We think of babies as being something “small.” Or individuals as being “alone.” But babies and individuals are themselves made of tiny cells, each of which play their part in keeping their person operational. All these cells are only kept at optimum productivity by the fuel we give them – what we put inside our bodies – the food we eat and the beverages we drink.
If education is what helps us understand the world we live in, and our decisions are based on the information we receive from all sources, then mis-information can affect and cloud our judgment. The lore and laws of one period are turned over and voided in another as we learn more.
Most of us subscribe to the fallacy that we do not have to take responsibility for what we do – that the “little candy wrapper” that we throw out of the “car window”, or “drop on the sidewalk,” is unimportant. Wrong. If we all took responsibility for our own “trash,” or paid the real cost of manufacturing our purchases, the world would be a very different place. If we each realized that “cheap” is not the only criteria to apply to purchases, that maybe paying more to ensure a real living wage to those involved in producing an item and getting it to market, is more important than a lower price for us, it would contribute to a more equitable world, which would benefit us all in the long run. Tiny actions, when multiplied by thousands or millions of people, become law- and life-changing movements.
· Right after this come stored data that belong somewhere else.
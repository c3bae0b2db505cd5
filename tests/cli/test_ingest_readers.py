"""The file readers behind ``tidemap ingest`` (service/pipeline/ingest_files.py)."""

from __future__ import annotations

import json
from pathlib import Path

import pytest

from service.errors import InvalidInputError, TidemapError
from service.pipeline.document_input import ID_PATTERN
from service.pipeline.ingest_files import open_source, path_to_id, read_csv, read_jsonl, split_title
from tests.cli.conftest import Cli


@pytest.mark.parametrize(
    ("relative", "expected"),
    [
        ("ferry.txt", "ferry.txt"),
        ("council/2021/budget.md", "council~2021~budget.md"),
        ("council/Budget Plan.md", "council~Budget_Plan.md"),
        ("Café au lait.txt", "Cafe_au_lait.txt"),
        ("a~b.txt", "a_b.txt"),
        ("_notes/x.txt", "notes~x.txt"),
        ("東京.txt", "u6771u4eac.txt"),
        ("news/№ 5 ☂.md", "news~No_5__.md"),
    ],
)
def test_path_to_id(relative: str, expected: str) -> None:
    ident = path_to_id(relative)
    assert ident == expected
    assert ID_PATTERN.match(ident)


@pytest.mark.parametrize(
    ("content", "markdown", "title", "text"),
    [
        ("Title\n\nBody text.", False, "Title", "Body text."),
        ("\n\n## Heading ##\nBody", True, "Heading ##", "Body"),
        ("# Not stripped in .txt\nBody", False, "# Not stripped in .txt", "Body"),
        ("Only one line", False, "", "Only one line"),
        ("x" * 201 + "\nrest", False, "", "x" * 201 + "\nrest"),
    ],
)
def test_split_title(content: str, markdown: bool, title: str, text: str) -> None:
    assert split_title(content, markdown) == (title, text)


def test_folder_ids_that_collide_are_rejected(tmp_path: Path) -> None:
    (tmp_path / "a b.txt").write_text("one\n\ntext one", encoding="utf-8")
    (tmp_path / "a_b.txt").write_text("two\n\ntext two", encoding="utf-8")
    source = open_source(tmp_path)
    items = list(source.items(max_text_bytes=10_000))
    assert source.total == 2
    assert isinstance(items[0][1], dict) and items[0][1]["id"] == "a_b.txt"
    position, error = items[1]
    assert isinstance(error, InvalidInputError)
    assert source.where(position) == "file a_b.txt"
    assert "a b.txt" in error.message


def test_jsonl_positions_bom_and_bad_bytes(tmp_path: Path) -> None:
    path = tmp_path / "d.jsonl"
    path.write_bytes(
        b"\xef\xbb\xbf" + json.dumps({"id": "a", "text": "t"}).encode() + b"\n"
        b"\n"
        b'{"id": "b", "text": "\xff"}\n'
        b"[1, 2]\n"
    )
    items = list(read_jsonl(path))
    assert [p for p, _ in items] == [1, 3, 4]
    assert items[0][1] == {"id": "a", "text": "t"}
    assert isinstance(items[1][1], TidemapError) and "UTF-8" in items[1][1].message
    assert items[2][1] == [1, 2]  # parsed; parse_document rejects it later


def test_csv_bom_tsv_and_bad_bytes(tmp_path: Path) -> None:
    tsv = tmp_path / "d.tsv"
    tsv.write_bytes(b"\xef\xbb\xbfid\ttext\tdesk\nx\thello\tport\ny\tbad \xff\t\n")
    items = list(read_csv(tsv, max_text_bytes=10_000))
    assert items[0] == (2, {"id": "x", "text": "hello", "metadata": {"desk": "port"}})
    position, error = items[1]
    assert position == 3 and isinstance(error, TidemapError) and "UTF-8" in error.message


def test_csv_holds_texts_above_the_csv_module_default(tmp_path: Path) -> None:
    big = "word " * 40_000  # 200 KB: above the csv module's 128 KiB field limit
    path = tmp_path / "d.csv"
    path.write_text(f"id,text\nbig,{big}\n", encoding="utf-8")
    ((position, record),) = read_csv(path, max_text_bytes=1 << 20)
    assert position == 2 and isinstance(record, dict) and record["text"] == big


def test_only_the_first_twenty_rejections_are_listed(
    cli: Cli, sqlite_url: str, tmp_path: Path
) -> None:
    path = tmp_path / "bad.jsonl"
    path.write_text("".join(f'{{"id": "d{i}"}}\n' for i in range(25)), encoding="utf-8")
    run = cli("ingest", str(path), "--collection", "news", "--create", "--quiet")
    assert run.code == 1
    lines = run.out.splitlines()
    assert "0 inserted, 0 updated, 0 unchanged, 25 rejected" in lines[0]
    assert len(lines) == 1 + 20 + 1
    assert lines[1].strip().startswith("rejected line 1 (id 'd0')")
    assert lines[-1].strip() == "... and 5 more rejected"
It’s the last straw that breaks the camel’s back, the last drop of water that precipitates a landslide, the last degree of heat that erupts the volcano. The last one that precipitates the catastrophe only does it because of all the other increments that have been building up previously. Without all of them, nothing would happen. Each tiny accumulation builds up the crescendo to break the dam, precipitate the earthquake and the tsunami.
Tiny increments matter. Little acts of responsibility make a difference. Turning off electric lights saves not just our own electric bill but the total fund of electricity; washing hands in a basin of water instead of under a running faucet; driving to town for shopping once a week instead of every day; all these save not only our own costs but national and world resources as well, which can only benefit us in the long run.
Tiny actions matter.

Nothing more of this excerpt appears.